> _Input_:
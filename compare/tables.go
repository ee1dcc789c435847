package compare

import "tandem/compare/table"

// Tables compares the selected columns of two tables, after checking that
// their bins agree within the relative edge tolerance edgeTol. It is
// [Columns] with opt.EdgeTol set to edgeTol: each uncertainty column is its
// own error source (so 1e-200 errors keep their pulls), and the results are
// adjusted together as one family at opt.Alpha.
func Tables(a, b *table.Table, sels []Selection, edgeTol float64, opt Options) ([]*Result, error) {
	opt.EdgeTol = edgeTol
	return Columns(a, b, sels, opt)
}

// Selection is re-exported so callers of Tables need not import table.
type Selection = table.Selection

> _What needs to be done_:
State how many lines of the data above contain the string "sels", and give no other words.

> _Exercise output_:
2